* **EXERCISE OBJECTIVE**
Whenever a line of the records below contains the word "meshes", copy that line.

* **Stored data**
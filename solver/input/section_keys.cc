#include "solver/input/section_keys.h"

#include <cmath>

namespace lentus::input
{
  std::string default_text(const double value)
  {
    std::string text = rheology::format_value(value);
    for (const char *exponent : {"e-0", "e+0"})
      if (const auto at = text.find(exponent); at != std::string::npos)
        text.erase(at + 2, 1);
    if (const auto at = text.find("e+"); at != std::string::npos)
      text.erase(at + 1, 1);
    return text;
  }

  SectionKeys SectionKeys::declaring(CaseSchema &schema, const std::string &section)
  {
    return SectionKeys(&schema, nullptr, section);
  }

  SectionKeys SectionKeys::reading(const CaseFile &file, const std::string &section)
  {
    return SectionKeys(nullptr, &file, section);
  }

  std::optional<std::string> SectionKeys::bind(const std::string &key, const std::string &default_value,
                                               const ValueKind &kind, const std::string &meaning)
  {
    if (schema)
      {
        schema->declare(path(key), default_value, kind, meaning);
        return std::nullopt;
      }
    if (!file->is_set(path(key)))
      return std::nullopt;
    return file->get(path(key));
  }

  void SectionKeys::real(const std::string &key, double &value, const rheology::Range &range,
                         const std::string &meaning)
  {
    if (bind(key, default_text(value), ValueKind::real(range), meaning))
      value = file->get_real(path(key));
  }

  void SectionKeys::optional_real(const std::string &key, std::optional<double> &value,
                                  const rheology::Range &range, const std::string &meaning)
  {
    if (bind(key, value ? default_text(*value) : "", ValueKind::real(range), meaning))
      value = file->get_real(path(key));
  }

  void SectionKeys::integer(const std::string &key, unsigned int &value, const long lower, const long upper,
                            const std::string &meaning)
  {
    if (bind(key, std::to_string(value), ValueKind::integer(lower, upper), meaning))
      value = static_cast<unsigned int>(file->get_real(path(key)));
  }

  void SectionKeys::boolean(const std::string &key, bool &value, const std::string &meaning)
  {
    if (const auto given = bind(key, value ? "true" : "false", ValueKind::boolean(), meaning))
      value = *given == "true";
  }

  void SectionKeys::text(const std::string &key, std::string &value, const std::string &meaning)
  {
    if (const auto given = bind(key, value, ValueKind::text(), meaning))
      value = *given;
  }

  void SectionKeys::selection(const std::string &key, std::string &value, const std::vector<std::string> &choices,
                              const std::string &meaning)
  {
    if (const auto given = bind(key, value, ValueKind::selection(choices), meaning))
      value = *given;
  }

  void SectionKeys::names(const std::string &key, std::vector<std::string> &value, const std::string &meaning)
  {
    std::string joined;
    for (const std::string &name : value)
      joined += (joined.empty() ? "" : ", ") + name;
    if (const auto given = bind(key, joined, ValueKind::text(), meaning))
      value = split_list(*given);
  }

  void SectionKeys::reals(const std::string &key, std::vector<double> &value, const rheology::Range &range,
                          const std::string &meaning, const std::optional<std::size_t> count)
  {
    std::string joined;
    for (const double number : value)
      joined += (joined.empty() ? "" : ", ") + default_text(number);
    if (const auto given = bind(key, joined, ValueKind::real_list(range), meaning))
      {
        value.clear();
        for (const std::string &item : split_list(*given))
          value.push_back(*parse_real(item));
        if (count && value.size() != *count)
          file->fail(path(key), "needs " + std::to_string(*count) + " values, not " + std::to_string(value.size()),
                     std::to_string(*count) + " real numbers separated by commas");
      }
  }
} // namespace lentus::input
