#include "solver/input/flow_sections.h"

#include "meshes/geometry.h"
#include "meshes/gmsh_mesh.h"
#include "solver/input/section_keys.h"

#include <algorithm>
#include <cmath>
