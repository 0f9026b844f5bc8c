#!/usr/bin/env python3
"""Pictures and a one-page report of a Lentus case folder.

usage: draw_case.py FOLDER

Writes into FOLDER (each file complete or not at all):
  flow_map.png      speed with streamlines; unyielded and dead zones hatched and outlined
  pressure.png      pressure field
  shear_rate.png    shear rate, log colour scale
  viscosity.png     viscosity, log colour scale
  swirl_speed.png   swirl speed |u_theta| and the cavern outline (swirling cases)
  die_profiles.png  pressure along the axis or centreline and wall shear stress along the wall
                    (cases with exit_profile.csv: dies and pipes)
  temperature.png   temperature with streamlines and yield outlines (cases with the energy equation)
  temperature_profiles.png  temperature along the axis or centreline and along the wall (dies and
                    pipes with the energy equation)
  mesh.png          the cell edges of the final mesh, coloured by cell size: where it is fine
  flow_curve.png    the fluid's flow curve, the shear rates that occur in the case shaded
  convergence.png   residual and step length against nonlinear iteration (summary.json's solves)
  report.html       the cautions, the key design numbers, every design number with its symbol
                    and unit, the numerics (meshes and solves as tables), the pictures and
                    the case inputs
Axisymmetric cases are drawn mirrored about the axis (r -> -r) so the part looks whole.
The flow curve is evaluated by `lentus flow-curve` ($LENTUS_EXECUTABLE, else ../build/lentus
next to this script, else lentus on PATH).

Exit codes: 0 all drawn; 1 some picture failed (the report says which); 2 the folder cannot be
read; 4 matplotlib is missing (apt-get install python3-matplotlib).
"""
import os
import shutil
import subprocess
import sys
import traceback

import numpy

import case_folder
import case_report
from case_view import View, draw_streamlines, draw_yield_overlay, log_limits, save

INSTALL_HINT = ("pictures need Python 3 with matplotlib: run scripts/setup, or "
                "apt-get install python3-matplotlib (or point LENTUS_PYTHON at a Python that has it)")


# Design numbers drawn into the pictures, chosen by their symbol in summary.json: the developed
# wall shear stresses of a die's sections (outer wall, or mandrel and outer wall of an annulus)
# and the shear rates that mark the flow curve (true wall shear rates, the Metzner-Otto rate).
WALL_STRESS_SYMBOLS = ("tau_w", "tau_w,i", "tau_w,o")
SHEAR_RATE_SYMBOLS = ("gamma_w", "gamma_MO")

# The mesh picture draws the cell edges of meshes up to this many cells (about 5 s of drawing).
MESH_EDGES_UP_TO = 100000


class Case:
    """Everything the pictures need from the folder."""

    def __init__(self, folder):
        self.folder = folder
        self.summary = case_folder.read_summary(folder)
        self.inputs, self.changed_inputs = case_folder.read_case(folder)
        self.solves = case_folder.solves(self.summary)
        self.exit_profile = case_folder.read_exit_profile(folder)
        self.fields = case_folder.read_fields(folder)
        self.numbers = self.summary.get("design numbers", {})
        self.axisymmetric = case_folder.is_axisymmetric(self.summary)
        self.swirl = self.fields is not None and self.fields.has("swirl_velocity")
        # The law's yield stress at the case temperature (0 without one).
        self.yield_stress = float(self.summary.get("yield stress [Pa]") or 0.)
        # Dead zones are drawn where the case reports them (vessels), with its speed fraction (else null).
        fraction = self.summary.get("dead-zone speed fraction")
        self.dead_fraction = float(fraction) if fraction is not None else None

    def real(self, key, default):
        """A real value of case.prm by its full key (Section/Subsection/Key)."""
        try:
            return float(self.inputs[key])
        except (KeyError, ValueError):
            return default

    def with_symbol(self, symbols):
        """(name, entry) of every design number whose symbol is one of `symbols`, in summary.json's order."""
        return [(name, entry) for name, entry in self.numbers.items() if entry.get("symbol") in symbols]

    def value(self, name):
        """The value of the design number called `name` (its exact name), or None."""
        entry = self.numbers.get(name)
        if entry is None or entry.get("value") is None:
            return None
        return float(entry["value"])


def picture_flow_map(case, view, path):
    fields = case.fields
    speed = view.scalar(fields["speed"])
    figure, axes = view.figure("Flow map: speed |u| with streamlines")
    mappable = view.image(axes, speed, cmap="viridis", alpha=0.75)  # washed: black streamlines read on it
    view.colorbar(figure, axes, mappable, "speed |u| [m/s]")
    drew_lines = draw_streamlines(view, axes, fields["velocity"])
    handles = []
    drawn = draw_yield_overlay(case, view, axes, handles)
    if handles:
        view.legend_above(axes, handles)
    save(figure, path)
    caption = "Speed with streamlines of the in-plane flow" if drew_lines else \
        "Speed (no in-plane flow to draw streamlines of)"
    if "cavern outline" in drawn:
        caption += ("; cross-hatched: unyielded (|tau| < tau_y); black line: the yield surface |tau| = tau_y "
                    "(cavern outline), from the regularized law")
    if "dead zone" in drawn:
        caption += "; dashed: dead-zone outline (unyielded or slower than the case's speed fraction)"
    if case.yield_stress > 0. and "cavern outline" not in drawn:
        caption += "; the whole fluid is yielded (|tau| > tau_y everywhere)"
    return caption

* **EXERCISE OUTPUT**
#include "meshes/geometry.h"
#include "meshes/gmsh_mesh.h"
                    and unit, the numerics (meshes and solves as tables), the pictures and
# The mesh picture draws the cell edges of meshes up to this many cells (about 5 s of drawing).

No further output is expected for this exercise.